(Records drawn from a dataset)
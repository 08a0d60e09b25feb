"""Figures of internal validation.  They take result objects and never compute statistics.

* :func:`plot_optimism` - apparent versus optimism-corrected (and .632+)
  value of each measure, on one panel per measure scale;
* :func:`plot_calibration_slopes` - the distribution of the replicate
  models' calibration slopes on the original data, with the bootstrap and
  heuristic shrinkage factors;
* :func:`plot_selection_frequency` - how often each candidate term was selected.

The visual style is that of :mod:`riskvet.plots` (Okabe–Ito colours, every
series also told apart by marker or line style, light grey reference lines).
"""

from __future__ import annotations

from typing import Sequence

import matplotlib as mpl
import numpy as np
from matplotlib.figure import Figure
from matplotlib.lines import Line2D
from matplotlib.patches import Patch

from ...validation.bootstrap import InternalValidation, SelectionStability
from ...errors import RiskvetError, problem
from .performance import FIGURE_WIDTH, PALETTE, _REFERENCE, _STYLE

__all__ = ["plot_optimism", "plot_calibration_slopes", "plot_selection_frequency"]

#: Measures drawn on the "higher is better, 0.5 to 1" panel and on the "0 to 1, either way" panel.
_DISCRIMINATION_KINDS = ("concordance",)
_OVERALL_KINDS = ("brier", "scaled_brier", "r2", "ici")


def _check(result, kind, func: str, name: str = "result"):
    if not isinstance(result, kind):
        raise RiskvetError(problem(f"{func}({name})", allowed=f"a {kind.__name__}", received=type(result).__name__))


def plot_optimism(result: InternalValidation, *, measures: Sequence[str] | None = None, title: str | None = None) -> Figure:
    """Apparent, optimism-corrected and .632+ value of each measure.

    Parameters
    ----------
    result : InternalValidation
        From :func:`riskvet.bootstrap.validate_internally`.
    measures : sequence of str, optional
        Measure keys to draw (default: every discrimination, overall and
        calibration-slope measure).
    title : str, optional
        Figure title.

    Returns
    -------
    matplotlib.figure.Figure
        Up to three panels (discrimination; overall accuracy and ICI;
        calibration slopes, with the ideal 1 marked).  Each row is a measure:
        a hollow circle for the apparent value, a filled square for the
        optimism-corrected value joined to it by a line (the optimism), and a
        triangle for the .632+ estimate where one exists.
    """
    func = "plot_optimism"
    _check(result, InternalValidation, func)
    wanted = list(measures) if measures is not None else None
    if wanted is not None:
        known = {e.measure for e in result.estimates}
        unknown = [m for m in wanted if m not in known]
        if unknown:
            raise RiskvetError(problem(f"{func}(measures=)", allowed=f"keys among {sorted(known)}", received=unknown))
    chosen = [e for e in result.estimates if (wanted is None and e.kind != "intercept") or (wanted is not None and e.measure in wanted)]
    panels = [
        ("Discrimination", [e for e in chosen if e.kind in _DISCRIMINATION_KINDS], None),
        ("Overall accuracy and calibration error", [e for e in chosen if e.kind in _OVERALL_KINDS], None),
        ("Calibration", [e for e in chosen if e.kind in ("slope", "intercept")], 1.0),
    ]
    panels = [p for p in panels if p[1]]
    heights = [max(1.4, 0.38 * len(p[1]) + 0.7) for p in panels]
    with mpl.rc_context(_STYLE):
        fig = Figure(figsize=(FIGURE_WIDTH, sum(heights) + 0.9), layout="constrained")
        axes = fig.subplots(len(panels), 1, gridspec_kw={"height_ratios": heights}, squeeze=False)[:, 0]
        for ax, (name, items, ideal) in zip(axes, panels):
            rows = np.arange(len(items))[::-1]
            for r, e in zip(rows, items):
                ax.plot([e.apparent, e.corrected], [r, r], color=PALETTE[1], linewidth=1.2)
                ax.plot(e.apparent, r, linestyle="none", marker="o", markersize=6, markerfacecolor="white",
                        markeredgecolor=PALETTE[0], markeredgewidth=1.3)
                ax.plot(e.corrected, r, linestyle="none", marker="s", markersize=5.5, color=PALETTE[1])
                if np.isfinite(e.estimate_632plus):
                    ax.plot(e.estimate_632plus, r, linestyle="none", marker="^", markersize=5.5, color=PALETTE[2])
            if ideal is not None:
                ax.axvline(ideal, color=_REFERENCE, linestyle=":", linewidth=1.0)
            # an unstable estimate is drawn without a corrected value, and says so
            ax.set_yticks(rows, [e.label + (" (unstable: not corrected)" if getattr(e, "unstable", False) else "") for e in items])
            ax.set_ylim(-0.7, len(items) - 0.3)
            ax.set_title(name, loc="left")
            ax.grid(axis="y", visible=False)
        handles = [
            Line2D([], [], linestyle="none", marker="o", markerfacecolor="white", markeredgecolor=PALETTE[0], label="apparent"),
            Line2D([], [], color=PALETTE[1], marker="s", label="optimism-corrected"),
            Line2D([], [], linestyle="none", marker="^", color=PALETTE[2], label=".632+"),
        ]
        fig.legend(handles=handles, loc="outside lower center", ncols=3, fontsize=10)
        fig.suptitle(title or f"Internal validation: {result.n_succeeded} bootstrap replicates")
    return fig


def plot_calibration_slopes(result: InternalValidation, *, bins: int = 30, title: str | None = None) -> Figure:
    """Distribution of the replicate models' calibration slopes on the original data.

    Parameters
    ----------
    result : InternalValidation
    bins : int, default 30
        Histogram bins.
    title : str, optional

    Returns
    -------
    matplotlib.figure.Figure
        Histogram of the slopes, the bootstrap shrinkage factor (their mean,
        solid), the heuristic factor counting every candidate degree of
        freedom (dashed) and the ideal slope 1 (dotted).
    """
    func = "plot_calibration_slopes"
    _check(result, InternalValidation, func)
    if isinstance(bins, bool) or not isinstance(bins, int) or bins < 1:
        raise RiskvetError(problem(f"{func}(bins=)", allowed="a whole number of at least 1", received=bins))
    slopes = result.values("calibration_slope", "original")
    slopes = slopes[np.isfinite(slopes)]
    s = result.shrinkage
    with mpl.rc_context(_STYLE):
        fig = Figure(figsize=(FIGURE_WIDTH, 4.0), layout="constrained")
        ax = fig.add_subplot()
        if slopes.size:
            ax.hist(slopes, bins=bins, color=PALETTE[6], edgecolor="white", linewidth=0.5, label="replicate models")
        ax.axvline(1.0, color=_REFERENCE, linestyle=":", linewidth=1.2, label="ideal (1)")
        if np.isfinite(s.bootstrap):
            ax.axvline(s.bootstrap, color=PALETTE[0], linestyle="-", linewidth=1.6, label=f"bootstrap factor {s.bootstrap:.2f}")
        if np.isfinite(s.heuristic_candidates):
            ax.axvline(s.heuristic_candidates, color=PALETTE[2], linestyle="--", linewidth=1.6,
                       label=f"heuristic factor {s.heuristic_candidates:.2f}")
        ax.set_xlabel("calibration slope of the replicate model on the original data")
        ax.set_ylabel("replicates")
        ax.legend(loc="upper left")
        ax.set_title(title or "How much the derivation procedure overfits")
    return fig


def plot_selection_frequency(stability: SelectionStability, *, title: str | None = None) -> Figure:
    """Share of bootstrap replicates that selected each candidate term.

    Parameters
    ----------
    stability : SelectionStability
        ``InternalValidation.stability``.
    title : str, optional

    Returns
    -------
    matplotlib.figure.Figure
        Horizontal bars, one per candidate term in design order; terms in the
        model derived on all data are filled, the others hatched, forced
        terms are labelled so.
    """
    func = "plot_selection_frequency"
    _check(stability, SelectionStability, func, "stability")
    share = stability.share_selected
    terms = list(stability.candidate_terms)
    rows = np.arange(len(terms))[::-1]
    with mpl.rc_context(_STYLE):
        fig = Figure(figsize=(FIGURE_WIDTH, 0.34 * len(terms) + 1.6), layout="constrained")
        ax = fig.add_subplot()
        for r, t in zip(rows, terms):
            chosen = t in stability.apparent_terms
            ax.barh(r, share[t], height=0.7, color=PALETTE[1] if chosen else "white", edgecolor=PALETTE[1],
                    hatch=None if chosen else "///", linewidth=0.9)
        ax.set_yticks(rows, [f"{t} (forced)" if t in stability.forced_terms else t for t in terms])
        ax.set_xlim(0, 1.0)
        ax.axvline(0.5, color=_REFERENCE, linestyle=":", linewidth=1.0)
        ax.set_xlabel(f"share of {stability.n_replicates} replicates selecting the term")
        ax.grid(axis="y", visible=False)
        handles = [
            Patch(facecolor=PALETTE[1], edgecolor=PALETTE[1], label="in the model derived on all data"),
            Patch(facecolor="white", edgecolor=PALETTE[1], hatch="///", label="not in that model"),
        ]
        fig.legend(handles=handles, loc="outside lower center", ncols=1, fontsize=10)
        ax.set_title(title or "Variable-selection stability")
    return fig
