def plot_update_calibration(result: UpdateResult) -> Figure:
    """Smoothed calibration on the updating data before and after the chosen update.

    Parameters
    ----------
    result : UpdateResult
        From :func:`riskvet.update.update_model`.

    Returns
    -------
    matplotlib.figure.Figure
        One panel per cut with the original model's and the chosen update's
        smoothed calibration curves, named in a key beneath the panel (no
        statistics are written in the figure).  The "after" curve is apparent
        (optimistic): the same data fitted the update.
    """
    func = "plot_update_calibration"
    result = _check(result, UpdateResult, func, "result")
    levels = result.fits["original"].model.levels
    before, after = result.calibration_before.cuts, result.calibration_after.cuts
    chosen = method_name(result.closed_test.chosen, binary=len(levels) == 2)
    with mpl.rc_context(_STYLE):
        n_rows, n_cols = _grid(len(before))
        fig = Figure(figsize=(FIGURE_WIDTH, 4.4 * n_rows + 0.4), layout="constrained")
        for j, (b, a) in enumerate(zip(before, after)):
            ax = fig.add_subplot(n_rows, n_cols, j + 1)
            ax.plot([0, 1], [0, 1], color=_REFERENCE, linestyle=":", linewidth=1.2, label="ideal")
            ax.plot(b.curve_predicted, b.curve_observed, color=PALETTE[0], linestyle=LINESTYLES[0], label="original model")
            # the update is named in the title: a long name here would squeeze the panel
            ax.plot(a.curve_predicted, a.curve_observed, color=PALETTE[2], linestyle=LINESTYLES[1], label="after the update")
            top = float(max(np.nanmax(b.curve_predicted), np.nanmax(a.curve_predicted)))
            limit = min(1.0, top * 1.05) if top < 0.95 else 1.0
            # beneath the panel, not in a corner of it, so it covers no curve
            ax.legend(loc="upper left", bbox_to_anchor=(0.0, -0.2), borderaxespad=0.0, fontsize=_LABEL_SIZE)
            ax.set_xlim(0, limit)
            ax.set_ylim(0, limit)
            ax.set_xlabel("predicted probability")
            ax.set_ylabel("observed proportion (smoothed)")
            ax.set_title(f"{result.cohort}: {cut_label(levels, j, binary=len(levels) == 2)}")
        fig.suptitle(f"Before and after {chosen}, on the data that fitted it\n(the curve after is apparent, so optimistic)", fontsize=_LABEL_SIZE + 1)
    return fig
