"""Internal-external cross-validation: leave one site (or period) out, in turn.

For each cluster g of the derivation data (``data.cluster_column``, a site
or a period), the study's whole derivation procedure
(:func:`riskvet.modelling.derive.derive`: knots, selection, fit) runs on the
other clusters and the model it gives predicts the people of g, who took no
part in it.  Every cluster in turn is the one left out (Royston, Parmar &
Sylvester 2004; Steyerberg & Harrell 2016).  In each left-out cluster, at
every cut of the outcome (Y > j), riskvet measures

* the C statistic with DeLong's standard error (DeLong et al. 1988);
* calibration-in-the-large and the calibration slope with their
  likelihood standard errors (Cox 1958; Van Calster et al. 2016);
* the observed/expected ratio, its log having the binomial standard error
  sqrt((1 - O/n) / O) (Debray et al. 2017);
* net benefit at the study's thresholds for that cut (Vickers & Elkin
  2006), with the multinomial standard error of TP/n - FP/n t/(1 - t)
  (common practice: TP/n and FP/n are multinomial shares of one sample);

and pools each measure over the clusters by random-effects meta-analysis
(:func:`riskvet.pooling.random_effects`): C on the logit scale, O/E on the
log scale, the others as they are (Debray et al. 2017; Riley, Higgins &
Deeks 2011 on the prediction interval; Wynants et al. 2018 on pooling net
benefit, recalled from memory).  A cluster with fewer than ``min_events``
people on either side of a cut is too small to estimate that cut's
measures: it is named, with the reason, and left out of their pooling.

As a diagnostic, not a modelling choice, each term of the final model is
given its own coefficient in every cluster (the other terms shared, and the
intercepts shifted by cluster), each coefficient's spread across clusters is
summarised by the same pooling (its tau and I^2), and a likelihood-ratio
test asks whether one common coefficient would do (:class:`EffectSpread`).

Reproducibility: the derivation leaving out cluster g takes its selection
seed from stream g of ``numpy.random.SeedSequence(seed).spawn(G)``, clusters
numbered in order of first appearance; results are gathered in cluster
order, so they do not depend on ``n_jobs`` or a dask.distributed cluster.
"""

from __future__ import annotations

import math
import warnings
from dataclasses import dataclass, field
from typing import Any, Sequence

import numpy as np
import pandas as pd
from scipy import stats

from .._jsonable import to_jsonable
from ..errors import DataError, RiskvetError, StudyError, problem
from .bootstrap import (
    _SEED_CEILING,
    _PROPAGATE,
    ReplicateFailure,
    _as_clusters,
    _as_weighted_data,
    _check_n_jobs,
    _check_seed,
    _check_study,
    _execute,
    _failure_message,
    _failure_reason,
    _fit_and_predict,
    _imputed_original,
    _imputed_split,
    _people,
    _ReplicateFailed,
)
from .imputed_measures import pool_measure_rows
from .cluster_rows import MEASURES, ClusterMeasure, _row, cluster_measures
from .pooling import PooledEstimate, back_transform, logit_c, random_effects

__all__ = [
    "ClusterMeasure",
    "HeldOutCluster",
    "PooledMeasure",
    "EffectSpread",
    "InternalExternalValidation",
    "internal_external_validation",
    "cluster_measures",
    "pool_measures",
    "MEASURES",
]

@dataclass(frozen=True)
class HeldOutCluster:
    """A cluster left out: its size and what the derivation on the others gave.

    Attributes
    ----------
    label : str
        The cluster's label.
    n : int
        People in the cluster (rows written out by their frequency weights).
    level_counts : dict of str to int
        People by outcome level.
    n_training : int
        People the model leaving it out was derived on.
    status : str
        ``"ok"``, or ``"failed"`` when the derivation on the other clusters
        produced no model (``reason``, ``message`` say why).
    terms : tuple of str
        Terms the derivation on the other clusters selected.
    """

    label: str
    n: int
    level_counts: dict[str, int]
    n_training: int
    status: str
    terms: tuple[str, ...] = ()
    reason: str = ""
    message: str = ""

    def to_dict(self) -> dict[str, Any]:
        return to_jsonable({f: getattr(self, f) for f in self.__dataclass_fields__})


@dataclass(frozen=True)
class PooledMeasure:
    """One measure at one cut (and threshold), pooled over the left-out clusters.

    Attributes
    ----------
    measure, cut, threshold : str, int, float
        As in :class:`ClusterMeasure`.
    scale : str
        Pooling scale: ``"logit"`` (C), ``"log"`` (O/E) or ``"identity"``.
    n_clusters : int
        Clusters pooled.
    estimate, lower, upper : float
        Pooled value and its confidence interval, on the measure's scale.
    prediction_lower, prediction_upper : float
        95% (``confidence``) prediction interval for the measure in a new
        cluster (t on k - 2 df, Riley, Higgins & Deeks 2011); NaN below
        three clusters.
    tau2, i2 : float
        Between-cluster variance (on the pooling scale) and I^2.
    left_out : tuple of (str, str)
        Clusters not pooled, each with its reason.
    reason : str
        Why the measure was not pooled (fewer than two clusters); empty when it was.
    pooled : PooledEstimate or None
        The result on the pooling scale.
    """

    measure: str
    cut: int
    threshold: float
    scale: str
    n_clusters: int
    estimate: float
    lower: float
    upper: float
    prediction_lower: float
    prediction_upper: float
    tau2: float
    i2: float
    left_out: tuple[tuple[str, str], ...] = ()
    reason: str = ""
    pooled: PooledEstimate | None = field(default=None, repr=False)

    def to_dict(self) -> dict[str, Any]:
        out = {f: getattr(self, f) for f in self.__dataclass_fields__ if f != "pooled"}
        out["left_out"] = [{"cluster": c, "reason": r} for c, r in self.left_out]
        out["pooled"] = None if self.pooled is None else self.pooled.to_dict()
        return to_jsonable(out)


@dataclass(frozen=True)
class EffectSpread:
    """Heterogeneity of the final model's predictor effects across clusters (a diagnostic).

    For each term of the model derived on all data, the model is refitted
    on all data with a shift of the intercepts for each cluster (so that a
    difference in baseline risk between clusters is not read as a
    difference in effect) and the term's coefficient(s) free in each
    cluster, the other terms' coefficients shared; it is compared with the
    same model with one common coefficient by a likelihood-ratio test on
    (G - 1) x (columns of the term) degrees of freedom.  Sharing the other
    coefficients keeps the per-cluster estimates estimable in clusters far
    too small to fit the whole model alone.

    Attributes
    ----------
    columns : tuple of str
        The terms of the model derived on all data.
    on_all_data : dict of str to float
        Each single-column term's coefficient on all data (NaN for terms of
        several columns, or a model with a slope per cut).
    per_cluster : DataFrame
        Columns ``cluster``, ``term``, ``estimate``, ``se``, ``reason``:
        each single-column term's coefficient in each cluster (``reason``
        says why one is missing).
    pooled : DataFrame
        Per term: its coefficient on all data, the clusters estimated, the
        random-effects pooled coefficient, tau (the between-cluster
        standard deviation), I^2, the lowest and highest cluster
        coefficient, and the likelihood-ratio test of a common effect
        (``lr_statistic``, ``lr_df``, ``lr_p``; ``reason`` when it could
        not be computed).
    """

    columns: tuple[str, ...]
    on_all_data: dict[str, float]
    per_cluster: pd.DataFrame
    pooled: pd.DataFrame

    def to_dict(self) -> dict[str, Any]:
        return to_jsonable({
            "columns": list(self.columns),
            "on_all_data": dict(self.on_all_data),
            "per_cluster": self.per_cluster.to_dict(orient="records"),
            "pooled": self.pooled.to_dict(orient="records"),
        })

## EXERCISE
What is wanted is every line from the first line of the entries through the line that contains "from matplotlib.patches import Patch", given again exactly.

## ANSWER TO THIS PROBLEM
repository 08a0d60e09b25feb
"""Figures of internal validation.  They take result objects and never compute statistics.

* :func:`plot_optimism` - apparent versus optimism-corrected (and .632+)
  value of each measure, on one panel per measure scale;
* :func:`plot_calibration_slopes` - the distribution of the replicate
  models' calibration slopes on the original data, with the bootstrap and
  heuristic shrinkage factors;
* :func:`plot_selection_frequency` - how often each candidate term was selected.

The visual style is that of :mod:`riskvet.plots` (Okabe–Ito colours, every
series also told apart by marker or line style, light grey reference lines).
"""

from __future__ import annotations

from typing import Sequence

import matplotlib as mpl
import numpy as np
from matplotlib.figure import Figure
from matplotlib.lines import Line2D
from matplotlib.patches import Patch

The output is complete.